The tip of your probe has internal capacitance to its ground clip. This will tend to pull the frequency of a crystal downwards, as if you had soldered a 10pf (or so) disc cap to the same spot in the circuit. Textbook name for this is 'circuit loading'.
That's why moving the ground connection changes your reading. The ground clip of the probe is in series with the capacitance of the tip. Since capacitors in series reduce the total capacitance, leaving the ground clip loose reduces the "loading" capacitance of the probe tip on the crystal. Not all counters are sensitive enough to give you a stable reading this way.

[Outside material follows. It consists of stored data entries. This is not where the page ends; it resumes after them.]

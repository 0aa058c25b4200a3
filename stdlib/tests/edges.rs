//! The edges of redshift and of physics: closed forms, limits, and models
//! that never had a big bang, fall back, or are torn apart.

#[path = "edges/table.rs"]
mod table;

use std::sync::Arc;
use table::EDGES;
use zij_stdlib::catalogue::{Definition, entries};
use zij_stdlib::constants::values as si;
use zij_stdlib::cosmology::{Found, Length, Redshift, Time};
use zij_stdlib::model::parameters::named;
use zij_stdlib::model::{self, BASES, Model, Setting};
use zij_stdlib::numerics::quadrature::adaptive;

fn km_s_mpc(value: f64) -> f64 {
    value * si::KM_PER_S_PER_MPC
}

fn settings(numbers: &[(&str, f64)]) -> Vec<(usize, Setting)> {
    let one = |(name, value): &(&str, f64)| (named(name).expect("a parameter"), Setting::Number(*value));
    numbers.iter().map(one).collect()
}

fn build(name: &str, numbers: &[(&str, f64)]) -> Model {
    let base = BASES.iter().find(|base| base.name == name).expect("a known base");
    model::build(base, &settings(numbers)).expect("a model")
}

/// H0 = 70 km/s/Mpc and more.
fn with_h0(name: &str, numbers: &[(&str, f64)]) -> Model {
    let mut all = vec![("H0", km_s_mpc(70.0))];
    all.extend(numbers);
    build(name, &all)
}

fn z(value: f64) -> Redshift {
    Redshift::new(value).expect("a redshift")
}

/// Open, with neutrinos of these masses in eV.
fn with_masses(electronvolts: &[f64]) -> Model {
    let numbers = [
        ("H0", km_s_mpc(70.0)),
        ("Ωcb", 0.25),
        ("ΩΛ", 0.7),
        ("T_CMB", 2.7255),
        ("Neff", 3.044),
    ];
    let mut given = settings(&numbers);
    let joules = electronvolts.iter().map(|mass| mass * si::ELEMENTARY_CHARGE);
    given.push((named("mν").expect("mν"), Setting::List(joules.collect())));
    let base = BASES.iter().find(|base| base.name == "general").expect("general");
    model::build(base, &given).expect("a model")
}

fn in_hubble_lengths(model: &Model, found: Found<Length>) -> f64 {
    let unit = model.hubble_distance(Redshift::TODAY).expect("c/H0").value;
    found.expect("a length").value / unit
}

fn in_hubble_times(model: &Model, found: Found<Time>) -> f64 {
    found.expect("a time").value / model.hubble_time().value
}

#[track_caller]
fn near(value: f64, expect: f64, relative: f64) {
    assert!((value / expect - 1.0).abs() <= relative, "{value} for {expect}");
}

#[test]
fn thirty_digit_integrals_are_met_from_the_far_future_to_a_redshift_of_a_billion() {
    let radiation = [("T_CMB", 2.7255), ("Neff", 3.046)];
    let make = |name: &str, numbers: &[(&str, f64)]| {
        let mut all = radiation.to_vec();
        all.extend(numbers);
        with_h0(name, &all)
    };
    let models = [
        ("cpl", make("flat", &[("Ωm", 0.3), ("w0", -0.9), ("wa", -0.2)])),
        ("closed", make("general", &[("Ωm", 0.35), ("ΩΛ", 0.75)])),
        ("phantom", make("flat", &[("Ωm", 0.3), ("w0", -1.3)])),
        ("open", make("general", &[("Ωm", 0.25), ("ΩΛ", 0.6)])),
    ];
    let models = models.into_iter().chain([
        ("light", with_masses(&[1e-6, 1e-6, 1e-6])),
        ("massive", with_masses(&[0.05, 0.05, 0.1])),
        ("heavy", with_masses(&[10.0])),
    ]);
    let models: Vec<_> = models.collect();
    let mut failures = Vec::new();
    for (name, quantity, redshift, expect) in EDGES {
        let model = &models.iter().find(|(known, _)| known == name).expect("a model").1;
        let at = z(*redshift);
        let value = match *quantity {
            "chi" => in_hubble_lengths(model, model.comoving_distance(at)),
            "tl" => in_hubble_times(model, model.lookback_time(at)),
            "age" => in_hubble_times(model, model.age(at)),
            "eta" => in_hubble_times(model, model.conformal_time(at)),
            "eh" => in_hubble_lengths(model, model.event_horizon(at)) * (1.0 + redshift),
            other => panic!("no test for {other}"),
        };
        // The goal is 1e-12 to z = 1e4 and 1e-10 beyond; 1e-12 holds for all.
        let error = (value / expect - 1.0).abs();
        if error.is_nan() || error > 1e-12 {
            failures.push(format!(
                "{name} {quantity}({redshift}): {value} for {expect}, {error:.1e} off"
            ));
        }
    }
    assert!(failures.is_empty(), "{}", failures.join("\n"));
}

#[test]
fn einstein_de_sitter_is_closed_form() {
    // D_C = 2 (1 − (1+z)^−½), t = ⅔ (1+z)^−3/2: Weinberg 2008, Cosmology, sec. 1.5.
    let model = build("einstein_de_sitter", &[]);
    for redshift in [-0.999, -0.3, 1e-8, 0.01, 1.0, 1.25, 3.0, 1e3, 1e8] {
        let stretch = 1.0 + redshift;
        let expect = -2.0 * libm::expm1(-0.5 * libm::log1p(redshift));
        near(
            in_hubble_lengths(&model, model.comoving_distance(z(redshift))),
            expect,
            1e-13,
        );
        near(
            in_hubble_times(&model, model.age(z(redshift))),
            2.0 / 3.0 * libm::pow(stretch, -1.5),
            1e-13,
        );
        near(
            in_hubble_times(&model, model.conformal_time(z(redshift))),
            2.0 / libm::sqrt(stretch),
            1e-13,
        );
    }
    near(model.angular_diameter_peak().expect("a peak").get(), 1.25, 1e-12);
    let largest = model.angular_diameter_distance(z(1.25));
    near(in_hubble_lengths(&model, largest), 8.0 / 27.0, 1e-14);
    let none = model.event_horizon(Redshift::TODAY).expect_err("none");
    assert!(none.0.contains("no event horizon"), "{none}");
    assert!(
        model
            .particle_horizon_limit()
            .expect_err("none")
            .0
            .contains("without limit")
    );
}

#[test]
fn milne_and_de_sitter_are_closed_forms() {
    // Hogg 1999 with E = 1 + z and E = 1.
    let (milne, de_sitter) = (build("milne", &[]), build("de_sitter", &[]));
    for redshift in [-0.99, 1e-8, 0.1, 1.0, 3.0, 1e3, 1e9] {
        near(
            in_hubble_lengths(&milne, milne.comoving_distance(z(redshift))),
            libm::log1p(redshift),
            1e-13,
        );
        let across = redshift * (1.0 + 0.5 * redshift) / (1.0 + redshift);
        near(
            in_hubble_lengths(&milne, milne.transverse_comoving_distance(z(redshift))),
            across,
            1e-12,
        );
        near(
            in_hubble_times(&milne, milne.age(z(redshift))),
            1.0 / (1.0 + redshift),
            1e-13,
        );
        near(
            in_hubble_lengths(&de_sitter, de_sitter.comoving_distance(z(redshift))),
            redshift,
            1e-13,
        );
        near(
            in_hubble_times(&de_sitter, de_sitter.lookback_time(z(redshift))),
            libm::log1p(redshift),
            1e-13,
        );
        near(
            in_hubble_lengths(&de_sitter, de_sitter.event_horizon(z(redshift))),
            1.0,
            1e-13,
        );
    }
    assert!(milne.particle_horizon(Redshift::TODAY).is_err());
    assert!(de_sitter.age(Redshift::TODAY).is_err());
    assert!(de_sitter.particle_horizon(Redshift::TODAY).is_err());
    assert!(milne.angular_diameter_peak().is_err());
}

#[test]
fn radiation_alone_is_closed_form() {
    // E = (1+z)²: D_C = z/(1+z), t = ½ (1+z)^−2.
    let model = with_h0("flat", &[("Ωm", 0.0), ("T_CMB", 27.6), ("Neff", 3.046)]);
    let dark = model.budget().dark;
    assert!(dark > 0.0 && dark < 0.3, "{dark}");
    let radiation = 1.0 - dark;
    // With Λ: t = asinh(√(ΩΛ/Ωr) (1+z)^−2)/(2√ΩΛ).
    for redshift in [-0.9, 1e-6, 1.0, 1e4, 1e9] {
        let square = (1.0 + redshift) * (1.0 + redshift);
        let expect = libm::asinh(libm::sqrt(dark / radiation) / square) / (2.0 * libm::sqrt(dark));
        near(in_hubble_times(&model, model.age(z(redshift))), expect, 1e-12);
    }
}

#[test]
fn matter_with_a_cosmological_constant_has_a_closed_age() {
    // t = (2/(3√ΩΛ)) asinh(√(ΩΛ/Ωm) (1+z)^−3/2): Carroll, Press & Turner 1992, eq. 17.
    let model = build("concordance", &[]);
    for redshift in [-0.999, -0.5, 0.0, 1.0, 10.0, 1e4, 1e9] {
        let argument = libm::sqrt(0.7 / 0.3) * libm::pow(1.0 + redshift, -1.5);
        let expect = 2.0 / 3.0 / libm::sqrt(0.7) * libm::asinh(argument);
        near(in_hubble_times(&model, model.age(z(redshift))), expect, 1e-12);
    }
    near(
        model.acceleration_onset().expect("an epoch").get(),
        libm::cbrt(2.0 * 0.7 / 0.3) - 1.0,
        1e-12,
    );
}

#[test]
fn closed_dust_follows_the_cycloid() {
    // a = (Ωm/2(Ωm−1)) (1 − cos θ), H0 t = (Ωm/2(Ωm−1)^1.5) (θ − sin θ).
    let matter = 2.0;
    let model = with_h0("general", &[("Ωm", matter), ("ΩΛ", 0.0)]);
    let scale = matter / 2.0 / libm::pow(matter - 1.0, 1.5);
    for redshift in [-0.4999, -0.49, -0.3, 0.0, 1.0, 100.0, 1e6] {
        let cosine = 1.0 - 2.0 * (matter - 1.0) / matter / (1.0 + redshift);
        let theta = libm::acos(cosine);
        // θ − sin θ loses digits for small θ: compare only where it keeps them.
        let tolerance = if theta < 0.05 { 1e-5 } else { 1e-12 };
        near(
            in_hubble_times(&model, model.age(z(redshift))),
            scale * (theta - libm::sin(theta)),
            tolerance,
        );
        let tolerance = if theta < 0.05 { 1e-9 } else { 1e-12 };
        near(
            in_hubble_times(&model, model.conformal_time(z(redshift))),
            theta / libm::sqrt(matter - 1.0),
            tolerance,
        );
    }
    near(model.turnaround().expect("it turns").get(), -0.5, 1e-14);
    near(
        in_hubble_times(&model, model.turnaround_time()),
        scale * std::f64::consts::PI,
        1e-12,
    );
    let crunch = model.big_crunch_time().expect("it ends");
    near(
        in_hubble_times(&model, Ok(crunch)),
        2.0 * scale * std::f64::consts::PI,
        1e-12,
    );
    // On the way back: at θ = 3π/2 as at θ = π/2, a = 1.
    let theta = 1.5 * std::f64::consts::PI;
    let late = model.hubble_time() * (scale * (theta - libm::sin(theta)));
    near(model.scale_factor_at(late).expect("collapsing"), 1.0, 1e-12);
    assert!(model.scale_factor_at(crunch * 1.01).is_err());
    assert!(
        model
            .age(z(-0.6))
            .expect_err("never")
            .0
            .contains("turns round at z = -0.5")
    );
    // Light can go round once from bang to crunch: θ runs through 2π.
    let limit = in_hubble_lengths(&model, model.particle_horizon_limit());
    near(limit, 2.0 * std::f64::consts::PI, 1e-12);
}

The "floating" reading you got will be the most accurate. Looks as if you're chasing a problem that was caused by your measurement method, not by a fault in the radio.
This is what caused us to stop using frequency counters for setting crystal frequencies. A communications service monitor has both an accurate frequency reference and a receiver input. The probe tip becomes an antenna and only has to "sniff" the signal from alongside a crystal without touching any part of the circuit. The trimmer gets set to zero beat with the monitor's setting.
But a counter is more accessible than a service monitor. Cheaper, too. They work best when you can probe to a point in the circuit that's "downstream" from the crystal itself. Some PLL chips like the MC145106 found in many RCI-made radios have a pin that puts out half the 10.24 crystal's frequency. This pin is not connected to the crystal itself, and the probe won't disturb the crystal if you use that pin to make this check. No trick to double the frequency error you see on the 5.12 MHz reading you'll get.
And if your counter is sensitive enough to show a stable reading with the ground clip loose, that's the simplest solution to the loading problem.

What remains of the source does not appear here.